Maria Kowal | 30 marca 2021

O rodzeństwie, relacjach między nimi i troskach rodziców z Anną Kucharską-Zygmunt, psychologiem, trenerem warsztatów psychoedukacyjnych, współautorką projektu latarnia.edu.pl i mamą czworga dzieci, rozmawia Maria Kowal.

Mamo, a ona zawsze! Mamoo, a on ciągle! Każda mama i każdy tata znają takie sytuacje aż za dobrze. Kiedy interweniować? Jak rozpoznać moment, w którym rodzice powinni pomóc dziecku rozwiązać konflikt z rodzeństwem?

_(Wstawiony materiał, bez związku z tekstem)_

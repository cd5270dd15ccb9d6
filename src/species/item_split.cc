// SPDX-License-Identifier: MIT
#include "species/item_split.h"

#include "species/species_schema.h"

namespace sevenfold::detail {
namespace {

using schema::kFormatKey;

// True when text[pos, end) is only spaces, optionally followed by a comment after a space.
bool OnlyComment(const std::string& text, std::size_t pos, std::size_t end) {
  const std::size_t start = pos;
  while (pos < end && text[pos] == ' ') ++pos;
  return pos == end || (text[pos] == '#' && pos > start);
}

// Scans the content text[begin, end) of one line, carrying the flow-collection depth across lines.
// False where the split cannot be sure of YAML's reading: a tab or carriage return, a quoted
// scalar not closed on its line, a bracket that may be part of a plain scalar, or an indicator
// with a meaning at the start of a token (anchor, alias, tag, block scalar, complex key, directive,
// reserved). Brackets and indicators inside quotes or comments do not count.
bool ScanLineForSplit(const std::string& text, std::size_t begin, std::size_t end, int* depth) {
  char previous = ' ';
  for (std::size_t i = begin; i < end; ++i) {
    const char c = text[i];
    // YAML starts a token (a node, a quoted scalar, a flow collection) only after these.
    const bool token_start =
        previous == ' ' || previous == '[' || previous == '{' || previous == ',' || previous == ':';
    if (c == '\t' || c == '\r') return false;
    if (c == '#' && previous == ' ') return true;  // a comment runs to the end of the line
    if (token_start && (c == '"' || c == '\'')) {
      std::size_t j = i + 1;
      for (; j < end; ++j) {
        if (text[j] == '\t' || text[j] == '\r') return false;
        if (c == '"' && text[j] == '\\') {
          ++j;  // an escaped character, possibly a quote
        } else if (text[j] == c) {
          if (c == '\'' && j + 1 < end && text[j + 1] == '\'') {
            ++j;  // '' is a quote inside a single-quoted scalar
          } else {
            break;
          }
        }
      }
      if (j >= end) return false;
      i = j;
      previous = c;
      continue;
    }
    if (c == '[' || c == '{') {
      if (*depth == 0 && !token_start) return false;
      ++*depth;
    } else if (c == ']' || c == '}') {
      if (*depth == 0) return false;
      --*depth;
    } else if (token_start && (c == '&' || c == '*' || c == '!' || c == '|' || c == '>' ||
                               c == '?' || c == '@' || c == '`' || c == '%')) {
      return false;
    }
    previous = c;
  }
  return true;
}

}  // namespace

std::optional<SpeciesItemsSplit> SplitSpeciesItems(const std::string& text) {
  enum class Phase { kTop, kFirstItem, kItems };
  Phase phase = Phase::kTop;
  SpeciesItemsSplit split;
  bool seen_content = false, seen_species = false, in_top_key = false;
  int depth = 0;
  std::size_t item_indent = 0, items_end = text.size();
  int line = -1;
  for (std::size_t next = 0; next < text.size();) {
    ++line;
    const std::size_t begin = next;
    std::size_t end = text.find('\n', begin);
    next = end == std::string::npos ? text.size() : end + 1;
    if (end == std::string::npos) end = text.size();
    if (end > begin && text[end - 1] == '\r') --end;
    std::size_t first = begin;
    while (first < end && text[first] == ' ') ++first;
    if (first == end || text[first] == '#') continue;  // blank or comment: no effect on the split
    const std::size_t indent = first - begin;
    // An item is a label key of the species map: a line at the items' indentation.
    const bool item_start = indent > 0 && text[first] != '-';
    const int depth_before = depth;
    if (!ScanLineForSplit(text, first, end, &depth)) return std::nullopt;
    if (phase != Phase::kTop) {
      if (item_start && depth_before == 0 &&
          (phase == Phase::kFirstItem || indent == item_indent)) {
        if (phase == Phase::kFirstItem) item_indent = indent;
        phase = Phase::kItems;
        split.items.push_back(SpeciesItemsSplit::Item{begin, 0, line});
        continue;
      }
      if (phase == Phase::kItems && indent > item_indent) continue;  // inside the current item
      if (phase == Phase::kFirstItem || indent > 0 || depth_before != 0) return std::nullopt;
      items_end = begin;  // a top-level key closes the species block
      phase = Phase::kTop;
    }
    if (indent > 0) {
      if (!in_top_key) return std::nullopt;
      continue;  // inside the value of `defaults`
    }
    if (depth_before != 0) return std::nullopt;
    if (text.compare(first, 3, "---") == 0 && (first + 3 == end || text[first + 3] == ' ')) {
      if (seen_content || !OnlyComment(text, first + 3, end)) return std::nullopt;
      continue;
    }
    seen_content = true;
    if (text.compare(first, kFormatKey.size() + 1, std::string(kFormatKey) + ":") == 0) {
      continue;  // the format key: its value is checked when the skeleton is read
    }
    if (text.compare(first, 8, "species:") == 0) {
      if (seen_species || !OnlyComment(text, first + 8, end)) return std::nullopt;
      seen_species = in_top_key = true;
      phase = Phase::kFirstItem;
    } else if (text.compare(first, 9, "defaults:") == 0 &&
               (first + 9 == end || text[first + 9] == ' ')) {
      in_top_key = true;
    } else {
      return std::nullopt;
    }
  }
  if (phase == Phase::kFirstItem || depth != 0 || split.items.empty()) return std::nullopt;
  for (std::size_t i = 0; i < split.items.size(); ++i) {
    split.items[i].end = i + 1 < split.items.size() ? split.items[i + 1].begin : items_end;
  }
  split.skeleton = text.substr(0, split.items.front().begin) + text.substr(items_end);
  return split;
}

}  // namespace sevenfold::detail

Z mojego doświadczenia wynika, że im później następuje interwencja, tym lepiej. Interwencja konieczna jest w momencie, gdy jesteśmy przekonani, że dzieje się coś niebezpiecznego. Natomiast mnie nie raz zdarzył się falstart – wydawało mi się, że opresja jest wielka, rozpoczynałam działania, a dzieci w momencie mojego wtargnięcia w ich relacje były pełne pretensji, że coś im zakłóciłam. Jeśli konflikt rozgrywa się na naszych oczach, lub zostajemy wzywani na pomoc i mamy poczucie, że sprawa jest poważna, trzeba wkroczyć zdecydowanie i przerwać tę sytuację. Jeśli są to np. osoby bijące się, trzeba je fizycznie rozdzielić i szybko opisać sytuację, na przykład: „Widzę, że ty jesteś cały spocony i zapłakany, a ty nawet masz krew na policzku, a guziki są oberwane. To, co robicie, jest niebezpieczne i nie zgadzam się na to!” – trzeba postawić jasną i ostrą granicę. Później, po opatrzeniu ewentualnych ran, należy porozmawiać z każdym dzieckiem osobno. Dla uspokojenia emocji, można wysłać każde dziecko w inne miejsce: „Ty sobie usiądź tutaj, a ty idź do swojego pokoju. Jak ochłoniecie, to porozmawiamy”. Jeśli to widać wyraźnie, warto zająć się tym dzieckiem, które jest ofiarą. Wówczas agresor ponosi konsekwencje w postaci braku uwagi. Co nie znaczy, że później nie należy wrócić do rozmowy. Kwestią wyczucia jest, kiedy ta rozmowa powinna się odbyć – czy kiedy się uspokoimy, czy zaraz. Jeśli agresor jest chętny do rozmowy od razu, to trzeba być dla niego dyspozycyjnym jak najszybciej, aby nie musiał trzymać w sobie napięcia, związanego z całą sytuacją. Ale jeśli nie jest chętny i wiemy, że to my będziemy aranżować rozmowę, wówczas nie musimy robić tego natychmiast. Dobrze jest przeznaczyć odpowiedni czas i stworzyć dobre warunki do rozmowy – ważne są intymność i poczucie bezpieczeństwa. Dla agresora będzie to rozmowa o czymś trudnym, więc wymaga szczególnej oprawy i indywidualnego kontaktu – bez widowni, bez dopowiedzeń i bez komentarzy.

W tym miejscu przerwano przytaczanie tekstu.